# Exercise directions
Nothing below is to be printed except the lines between the line holding "these conditions, s;" and the line holding "half = 0.5 *", inclusive, each exactly as it appears.

=== Begin Enclosure ===

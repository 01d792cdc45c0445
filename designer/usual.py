"""Schedules that people usually choose: what any plan has to beat.

Same runs and samples; all runs at the geometric middle of the ranges, or alternating between two
levels (a quarter and three quarters of the way along each lever); times equally or logarithmically
spaced from the first sample to 90 % conversion of the belief-weighted median curve, or to the end of
the longest run if that comes first (common practice).
"""

from __future__ import annotations

from functools import partial

import numpy as np

from designer.allowed import Allowed, fit_conditions, fit_times
from designer.arrays import Array, jax, jnp
from designer.signals import Law
from designer.virtual import Bench, stream

CONVERSION = 0.9
DRAWS = 64
CURVE = 160  # points on the curve from which the time is read
TIE = 1e-12  # of the whole weight


def conversion_time(
    bench: Bench, conditions: np.ndarray, offer: Allowed, conversion: float = CONVERSION
) -> float:
    """When the belief-weighted median of the fraction of the first-named reactant left has fallen to
    1 - ``conversion`` at these conditions, s; the longest run if it has not by then."""
    end = offer.longest
    times = np.concatenate([[0.0], np.geomspace(end * 1e-5, end, CURVE)])
    left, weight = [], []
    for index, odds in zip(bench.listed, bench.odds, strict=True):
        law = bench.laws[index]
        reactant = law.candidate.steps[0].equation.first_reactant
        u = stream(0, law.candidate, "usual").standard_normal((DRAWS, len(law.structural)))
        amount = np.asarray(_curves(law, reactant, u, conditions, times))
        left.append(amount / np.maximum(amount[:, :1], 1e-300))
        weight.append(np.full(DRAWS, odds / DRAWS))
    median = _weighted_median(np.concatenate(left), np.concatenate(weight))
    below = np.flatnonzero(median <= 1 - conversion)
    if len(below) == 0:
        return end
    i = below[0]
    share = (median[i - 1] - (1 - conversion)) / max(median[i - 1] - median[i], 1e-300)
    return float(times[i - 1] + share * (times[i] - times[i - 1]))


@partial(jax.jit, static_argnums=(0, 1))
def _curves(law: Law, species: str, u: Array, conditions: Array, times: Array) -> Array:
    """Concentration of a species for each draw of u, without errors of the run: (draw, time)."""
    z = jnp.zeros(len(law.errors))
    return jax.vmap(lambda x: law.concentrations(x, z, conditions, times)[species])(u)


def _weighted_median(values: np.ndarray, weight: np.ndarray) -> np.ndarray:
    order = np.argsort(values, axis=0, kind="stable")
    running = np.cumsum(weight[order], axis=0)
    half = 0.5 * weight.sum() * (1 - TIE)  # rounding, and with it the order of the list, must not decide
    place = (running >= half).argmax(0)
    columns = np.arange(values.shape[1])
    return values[order[place, columns], columns]


def spaced(offer: Allowed, end: float, logarithmic: bool, begin: float = 0.0) -> np.ndarray:
    """Times of one run from ``begin`` (the first sample, unless that comes later) to ``end``, (sample,)."""
    taken = offer.samples - offer.at_start
    first = max(offer.first, begin) if offer.first + begin > 0 or not logarithmic else end / 100
    end = max(end, first * (1 + 1e-9) + 1e-9)
    row = np.geomspace(max(first, end * 1e-6), end, taken) if logarithmic else np.linspace(first, end, taken)
    return np.concatenate([np.zeros(int(offer.at_start)), row])


def conditions_at(offer: Allowed, places: np.ndarray) -> np.ndarray:
    """Conditions (run, condition) with every lever at ``places`` (run,) of its way, 0 to 1."""
    study = offer.study
    rows = np.tile([condition.middle for condition in study.conditions], (len(places), 1)).astype(float)
    for lever in offer.levers:
        rows[:, lever.index] = lever.value(np.asarray(places))
    return fit_conditions(offer, rows)


def usual_schedules(bench: Bench, offer: Allowed) -> list[tuple[str, np.ndarray, np.ndarray]]:
    """(name, conditions, times) of the four usual schedules; two where no lever is free."""
    found = []
    halves = {"one level": np.full(offer.runs, 0.5)}
    if offer.levers and offer.runs > 1:
        halves["two levels"] = np.where(np.arange(offer.runs) % 2 == 0, 0.25, 0.75)
    for level, places in halves.items():
        conditions = conditions_at(offer, places)
        ends = [conversion_time(bench, row, offer) for row in conditions]
        for spacing, logarithmic in (("equal steps", False), ("logarithmic steps", True)):
            times = np.stack([spaced(offer, end, logarithmic) for end in ends])
            found.append((f"{level}, {spacing}", conditions, fit_times(offer, times)))
            if len(bench.axes.grid):
                break
    if len(bench.axes.grid):
        return [(name.split(",")[0], c, t) for name, c, t in found]
    return found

=== End Enclosure ===

# Solution to this exercise
    1 - ``conversion`` at these conditions, s; the longest run if it has not by then."""
    end = offer.longest
    times = np.concatenate([[0.0], np.geomspace(end * 1e-5, end, CURVE)])
    left, weight = [], []
    for index, odds in zip(bench.listed, bench.odds, strict=True):
        law = bench.laws[index]
        reactant = law.candidate.steps[0].equation.first_reactant
        u = stream(0, law.candidate, "usual").standard_normal((DRAWS, len(law.structural)))
        amount = np.asarray(_curves(law, reactant, u, conditions, times))
        left.append(amount / np.maximum(amount[:, :1], 1e-300))
        weight.append(np.full(DRAWS, odds / DRAWS))
    median = _weighted_median(np.concatenate(left), np.concatenate(weight))
    below = np.flatnonzero(median <= 1 - conversion)
    if len(below) == 0:
        return end
    i = below[0]
    share = (median[i - 1] - (1 - conversion)) / max(median[i - 1] - median[i], 1e-300)
    return float(times[i - 1] + share * (times[i] - times[i - 1]))


@partial(jax.jit, static_argnums=(0, 1))
def _curves(law: Law, species: str, u: Array, conditions: Array, times: Array) -> Array:
    """Concentration of a species for each draw of u, without errors of the run: (draw, time)."""
    z = jnp.zeros(len(law.errors))
    return jax.vmap(lambda x: law.concentrations(x, z, conditions, times)[species])(u)


def _weighted_median(values: np.ndarray, weight: np.ndarray) -> np.ndarray:
    order = np.argsort(values, axis=0, kind="stable")
    running = np.cumsum(weight[order], axis=0)
    half = 0.5 * weight.sum() * (1 - TIE)  # rounding, and with it the order of the list, must not decide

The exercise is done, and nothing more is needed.